His efforts were in vain: Wren and Squire departed the band following Second Coming’s release, and the Stone Roses collapsed completely after a catastrophic top-billed performance at the 1996 Reading festival. But Mani’s next gig with Primal Scream had an impressively galvanising effect on a band in a decline after the cool response to 1994’s rock-y Give Out But Don’t Give Up. His sound became more echo-laden, heavier and increasingly fuzzy, but the groove that had given the Stone Roses a unique edge was still present – particularly on the laid-back funk of the 1997 single Kowalski – as was his ability to bring his bass work to the fore. His popping, hypnotic bass line is very much the highlight on the brilliant 1999 single Swastika Eyes; his playing on Kill All Hippies – similar to Swastika Eyes, a standout of Xtrmntr, easily the finest album Primal Scream had made since Screamadelica – is magnificent.

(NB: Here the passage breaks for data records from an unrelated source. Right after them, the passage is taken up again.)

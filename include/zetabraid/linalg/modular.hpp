// Modular images of matrices and word products over L = Q(zeta_N)(sqrt(d_1), ..., sqrt(d_m)).
//
// A ModularPrime fixes a word-size prime p with p = 1 (mod N), a primitive N-th root of unity w mod p (a root of
// Phi_N mod p) and for every radicand d_j a root s_j with s_j^2 = d_j(w) (mod p). Then
//     zeta -> w,  sqrt(d_j) -> s_j
// is a ring homomorphism from the elements of L whose coefficients have denominators prime to p onto F_p
// (L = K[y_1..y_m]/(y_j^2 - d_j)). The prime records, reduce_matrix and the other pieces shared with the
// independent checker live in linalg/modular_base.hpp; this header is the producer's: word_product_mod computes the
// image of a word product with word-size (nmod) arithmetic only, letter by letter, visiting only nonzero generator entries.
//
// What an image proves, and what it does not:
//  * image(x) != 0  ==>  x != 0, and image(x) != image(y) ==> x != y (a homomorphism maps 0 to 0): a proof.
//  * image(x) == 0 at one or many primes does NOT prove x == 0 by itself. It is a fast filter. A deterministic
//    conclusion "x == 0" needs either the exact engine (word_product) or a proven height bound: if every
//    coefficient of the integer-polynomial form of x (linalg/poly_matrix.hpp) is below H in absolute value and
//    the product of the primes at which the image vanishes exceeds 2H, then x == 0 (this module does not prove
//    such bounds). Certificates must say which of the two backs a conclusion drawn from images.
#pragma once
#include <string>
#include <vector>

#include "zetabraid/linalg/modular_base.hpp"

namespace zb {

class IndexedWord;  // linalg/word_product.hpp

/// Image of L_n ... L_1 * start (application order, as word_product_columns).
ModularImage word_product_mod(const std::vector<const Matrix*>& letters, const Matrix& start, const ModularPrime& q);
/// Image of L_n ... L_1 (as word_product).
ModularImage word_product_mod(const std::vector<const Matrix*>& letters, const ModularPrime& q);
/// The same on an IndexedWord (letters reduced once each, then applied in application order).
ModularImage word_product_mod(const IndexedWord& word, const Matrix& start, const ModularPrime& q);

// ---- Proofs of zero from modular images (norm bound) ----
//
// Let R = Z[zeta][b_1 sqrt(d_1), ..., b_m sqrt(d_m)] (b_j the denominator of radicand d_j): an order of L, free
// over Z with basis zeta^a prod_{j in S} b_j sqrt(d_j), so every ModularPrime q defines a ring map R -> F_p whose
// kernel I_q has index p. For x in R and distinct primes p_1..p_r with x in every I_q: x R lies in each I_q, so
// every p_i divides [R : xR] = |N_{L/Q}(x)|, hence x = 0 or |N(x)| >= p_1 ... p_r. And |N(x)| is the product of
// |sigma(x)| over the [L:Q] embeddings sigma (Scalar::ball_at). So: if the images of s*x vanish at primes whose
// product exceeds a rigorous upper bound of prod_sigma |sigma(s*x)|, then x = 0 (s: an integer with s*x in R).

struct ModularZeroOptions {
  size_t filter_primes = 2;     ///< primes tried before the norm bound is computed (a nonzero image ends early)
  size_t max_primes = 20000;    ///< ResourceError when the norm bound needs more
  bool prove_zero = true;       ///< false: a filter only (after filter_primes vanishing images neither flag is set)
  int threads = 1;              ///< images at different primes in parallel; results identical at any count
  long ball_precision = 128;    ///< working precision of the conjugate enclosures
  /// Letters multiplied into blocks of this many before the columns are propagated (the conjugate bound's radii
  /// then grow like the blocks' norms instead of the letters' absolute values); 1 = letter by letter; 0 =
  /// automatic: 128 * columns / dimension, clamped to 1..128 (a block costs about dimension / columns times the
  /// column propagation of its letters).
  size_t block = 0;
};

struct ModularZeroResult {
  bool zero = false;                  ///< proved: the matrix is exactly zero (norm bound)
  bool nonzero = false;               ///< proved: the witness entry's image is nonzero
  ModularPrime witness;               ///< when nonzero
  size_t row = 0, col = 0;            ///< when nonzero: the entry
  ulong value = 0;                    ///< when nonzero: its image mod witness.p
  std::vector<ModularPrime> primes;   ///< primes at which every image vanished (all primes used when zero)
  std::string norm_bound;             ///< when zero: B >= |N(s x)| for every entry x, as "M*2^E" (integers)
  long bound_bits = 0;                ///< when zero: bits of B (log2 B rounded up)
  std::string multiplier;             ///< the integer s (decimal)
};

/// The bound the zero test compares with: B >= s^[L:Q] * max over the entries x of X of prod_sigma |sigma(x)|
/// >= |N_{L/Q}(s x)| (s, written to *multiplier when given: the product of the factors' order_multiplier, each
/// letter occurrence counted).
void modular_norm_bound(mag_t bound, std::string* multiplier, const std::vector<const Matrix*>& letters,
                        const Matrix& start, const Matrix* post, const Matrix* offset, const ModularZeroOptions& opt = {});

/// Decides whether X = post * (L_n ... L_1 * start) - offset is the zero matrix (post, offset may be null:
/// identity, zero) by modular images alone: nonzero as soon as one image has a nonzero entry (a proof);
/// zero when every image vanishes at primes whose product exceeds the norm bound above times 2^64 (a proof; the
/// margin lets an independent checker with a slightly larger rigorous bound accept the same primes). Letters in
/// application order, as word_product_columns. ResourceError when more than opt.max_primes would be needed.
ModularZeroResult modular_zero_test(const std::vector<const Matrix*>& letters, const Matrix& start,
                                    const Matrix* post, const Matrix* offset, const ModularZeroOptions& opt = {});
ModularZeroResult modular_zero_test(const IndexedWord& word, const Matrix& start, const Matrix* post,
                                    const Matrix* offset, const ModularZeroOptions& opt = {});

}  // namespace zb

Always an friendly, sociable figure – the writer John Robb once observed that the Stone Roses’ aloofness towards the media was always broken if Mani “let his guard down” – he performed at the Stone Roses’ 2012 reunion show at Manchester’s Heaton Park playing a customised bass that bore the legend “Super-Yob”, the nickname of Slade’s outrageously styled and constantly smiling guitarist Dave Hill. Said reformation did not lead to anything more than a lengthy series of hugely lucrative gigs – two new singles released by the reconstituted four-piece served only to prove that whatever magic had been present in 1989 had proved unattainable to rediscover nearly two decades later – and Mani discreetly announced his retirement in 2021. He’d made his money and was now more concerned with angling, which additionally provided “a good reason to go to the pub”.

Maybe he felt he’d done enough: he’d definitely left a mark. The Stone Roses were influential in a variety of ways. Oasis certainly took note of their confident attitude, while Britpop as a movement was informed by a desire to break the usual commercial constraints of indie rock and reach a wider mainstream audience, as the Roses had done. But their most obvious immediate influence was a sort of groove-based change: following their initial success, you abruptly couldn’t move for indie bands who aimed to make their fans move. That was Mani’s artistic raison d’être. “It’s what the rhythm section are for, aren’t they?” he once stated. “That’s what they’re for.”

Anita Owens
Anita Owens

A forward-thinking entrepreneur and tech enthusiast with over a decade of experience in digital transformation and startup consulting.